## Listed records
"""Where marks stand: every character to one entry, every mark behind the last character shown of its claim."""

from __future__ import annotations

import pytest
from annotate_fixture import finding, report_of, said
from hypothesis import given
from hypothesis import strategies as st

from calccheck.annotate.places import marks_in, places, runs, shown_pieces
from calccheck.annotate.record import entries
from calccheck.model import Report
from calccheck.source import NOWHERE


def cut(report: Report) -> list[tuple[str, str, tuple[str, ...]]]:
    """The page's runs that have an owner or a mark: text, owner, marks."""
    rows = entries(report)
    where = places(report.reading.page, report.reading.sheet, rows)
    found = [run for piece in shown_pieces(report.reading.page) for run in runs(where, piece)]
    return [(r.text, r.entry.key if r.entry else "", tuple(e.key for e in r.ends)) for r in found if r.entry or r.ends]


def test_inline_code_with_and_without_its_backticks():
    text = "See `V_b = 3 V` and `V_a = 9 V` too.\n"
    report = report_of(text, said(text, "V_b = 3 V", "agrees"), said(text, "`V_a = 9 V`", "differs"))
    assert cut(report) == [("V_b = 3 V", "c1", ("c1",)), ("V_a = 9 V", "c2", ("c2",))]


def test_a_stretch_of_prose_over_code_and_emphasis():
    text = "Then `V_b` is *about* 3 V here.\n"
    report = report_of(text, said(text, "`V_b` is *about* 3 V", "unchecked", place="prose"))
    assert cut(report) == [("V_b", "c1", ()), (" is ", "c1", ()), ("about", "c1", ()), (" 3 V", "c1", ("c1",))]


def test_lines_of_working_up_to_its_last():
    text = "```working\nP = 2 V × 3 A   # why\n  = 6 W   # so\n```\n"
    report = report_of(text, said(text, "P = 2 V × 3 A   # why\n  = 6 W", "agrees"))
    assert cut(report) == [("P = 2 V × 3 A   # why", "c1", ()), ("  = 6 W", "c1", ("c1",))]


def test_the_shorter_of_two_claims_has_the_characters_and_both_have_marks():
    text = "All of V_b is `V_b = 3 V` here.\n"
    report = report_of(text, said(text, "V_b is `V_b = 3 V` here", "unchecked"), said(text, "V_b = 3 V", "agrees"))
    assert ("V_b = 3 V", "c2", ("c2",)) in cut(report)
    assert cut(report)[-1] == (" here", "c1", ("c1",))


def test_a_claim_before_a_finding_on_the_same_words():
    text = "```circuit\nR1: 5 Ω, a to b\n```\n"
    report = report_of(text, said(text, "R1: 5 Ω", "unchecked"), findings=(finding(text, "R1: 5 Ω", "letter", "odd"),))
    assert cut(report)[0] == ("R1: 5 Ω", "c1", ("c1", "f1"))


@pytest.mark.parametrize("needle", ["title: x", "```circuit", "\n\n```circuit"])
def test_what_the_page_does_not_show_is_marked_nearby(needle):
    text = "---\ntitle: x\n---\n\nWords.\n\n```circuit\nR1: 5 Ω, a to b\n```\n"
    report = report_of(text, findings=(finding(text, needle, "structure", "why"),))
    (mark,) = cut(report)
    assert mark[2] == ("f1",)


@given(st.lists(st.tuples(st.integers(0, 60), st.integers(1, 30)), max_size=8))
def test_every_claim_has_one_mark_and_no_character_is_lost(spans):
    text = "Some `code = 1 V` words\n\n| a | b |\n|---|---|\n| c | d = 2 V |\n\n> quoted *text* here\n"
    claims = [said(text, text[a : min(a + n, len(text))], "agrees") for a, n in spans if text[a : a + n].strip()]
    report = report_of(text, *claims)
    rows = entries(report)
    where = places(report.reading.page, report.reading.sheet, rows)
    pieces = list(shown_pieces(report.reading.page))
    assert ["".join(r.text for r in runs(where, p)) for p in pieces] == [p.text for p in pieces]
    marked = [e.key for p in pieces for r in runs(where, p) for e in r.ends]
    assert sorted(marked) == sorted(e.key for e in rows)
    assert where.placed() == set(marked)
    assert {e.key for e in marks_in(where, pieces)} == set(marked)
    assert all(at == NOWHERE or at < len(text) for at in where.ends)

## Activity
Reproduce only the lines running from the one that contains "words\n\n| a |" to the last line of the records.

## Written solution
    text = "Some `code = 1 V` words\n\n| a | b |\n|---|---|\n| c | d = 2 V |\n\n> quoted *text* here\n"
    claims = [said(text, text[a : min(a + n, len(text))], "agrees") for a, n in spans if text[a : a + n].strip()]
    report = report_of(text, *claims)
    rows = entries(report)
    where = places(report.reading.page, report.reading.sheet, rows)
    pieces = list(shown_pieces(report.reading.page))
    assert ["".join(r.text for r in runs(where, p)) for p in pieces] == [p.text for p in pieces]
    marked = [e.key for p in pieces for r in runs(where, p) for e in r.ends]
    assert sorted(marked) == sorted(e.key for e in rows)
    assert where.placed() == set(marked)
    assert {e.key for e in marks_in(where, pieces)} == set(marked)
    assert all(at == NOWHERE or at < len(text) for at in where.ends)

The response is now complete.